:: Problem requirements ::
Sort through the entries below and pull out lines containing the word "Date".

START Supplied records

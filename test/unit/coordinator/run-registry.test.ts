import { mkdir, mkdtemp, readFile, rm, writeFile } from 'node:fs/promises';
import { join } from 'node:path';
import { pino } from 'pino';
import { afterAll, beforeAll, beforeEach, describe, expect, it, vi } from 'vitest';
import { writeDemo } from '../../../infra/demo/write-demo.ts';
import { RunRegistry } from '../../../services/coordinator/run-registry.ts';
import type { Job, Settled } from '../../../shared/contract/jobs.ts';
import type { Engine } from '../../../shared/engine/engine.ts';
import { LocalStore } from '../../../shared/store/local-store.ts';
import { temporaryFolder } from '../../support/run-cli.ts';

let whole: string;
let remove: () => Promise<void>;
/** Of one test: a home and outputs. */
let folder: string;
beforeAll(async () => {
  [whole, remove] = await temporaryFolder();
  await writeDemo(whole, { size: 'tiny' });
});
beforeEach(async () => {
  folder = await mkdtemp(join(whole, 'test-'));
});
afterAll(() => remove());

/** An engine that never gets to its jobs: its runs last until they are stopped. */
const idle: Engine = {
  async *run<J extends Job>(_jobs: unknown, { signal }: { signal: AbortSignal }): AsyncGenerator<Settled<J>> {
    await new Promise((stopped) => signal.addEventListener('abort', stopped));
    throw new Error('stopped');
  },
  close: () => Promise.resolve(),
};

const registry = (process: number, lines: string[] = []) =>
  new RunRegistry({
    home: new LocalStore(join(folder, 'home')),
    openEngine: () => idle,
    log: pino({ level: 'info' }, { write: (line: string) => void lines.push(line) }),
    now: () => new Date(),
    host: 'here',
    process,
    software: { name: 'basinloom', version: '0' },
    againMs: 20,
  });
const request = () => ({ basinFile: join(whole, 'basin.yaml'), out: join(folder, 'out') });

describe('the registry of a coordinator', () => {
  it('takes up what an earlier life left open, under the same id, and nothing that was ended', async () => {
    const first = registry(1);
    const left = await first.start(request());
    const other = await first.start({ ...request(), out: join(folder, 'other') });
    expect((await first.cancel(other.record.id)).record.state).toBe('stopped');
    await first.close();
    const second = registry(2);
    expect(await second.resume()).toBe(1);
    expect(second.running).toBe(1);
    const entries = await second.list();
    expect(entries.map(({ record }) => record.id)).toEqual([other.record.id, left.record.id]);
    expect((await second.cancel(left.record.id)).record).toMatchObject({ id: left.record.id, state: 'stopped' });
    expect(await registry(3).resume()).toBe(0);
  });

  it('goes on trying to take up a run whose store another host still seems to hold', async () => {
    const first = registry(1);
    const { record } = await first.start(request());
    await first.close();
    const lock = { host: 'elsewhere', pid: 1, token: 't', refreshed: new Date().toISOString() };
    await mkdir(join(folder, 'out'), { recursive: true });
    await writeFile(join(folder, 'out/.lock'), JSON.stringify(lock));
    const lines: string[] = [];
    const second = registry(2, lines);
    await second.resume();
    expect(second.running).toBe(0);
    await vi.waitFor(() => expect(lines.filter((line) => line.includes('RUN_LOCKED')).length).toBeGreaterThan(1));
    await rm(join(folder, 'out/.lock'));
    await vi.waitFor(() => expect(second.running).toBe(1));
    expect((await second.cancel(record.id)).record.state).toBe('stopped');
  });

  it('refuses a second run in one store, an unknown run and a wrong basin file, and remembers none of them', async () => {
    const runs = registry(1);
    const { record } = await runs.start(request());
    await expect(runs.start(request())).rejects.toMatchObject({ code: 'RUN_LOCKED' });
    await expect(runs.get('../../etc')).rejects.toMatchObject({ code: 'RUN_NOT_FOUND' });
    const missing = { basinFile: join(folder, 'none.yaml') };
    await expect(runs.start(missing)).rejects.toMatchObject({ code: 'BASIN_FILE_MISSING' });
    expect(await runs.list()).toHaveLength(1);
    await runs.cancel(record.id);
    const { open } = JSON.parse(await readFile(join(folder, `home/requests/${record.id}.json`), 'utf8'));
    expect(open).toBe(false);
  });
});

END Supplied records

:: Solution for this task ::
    now: () => new Date(),
    const lock = { host: 'elsewhere', pid: 1, token: 't', refreshed: new Date().toISOString() };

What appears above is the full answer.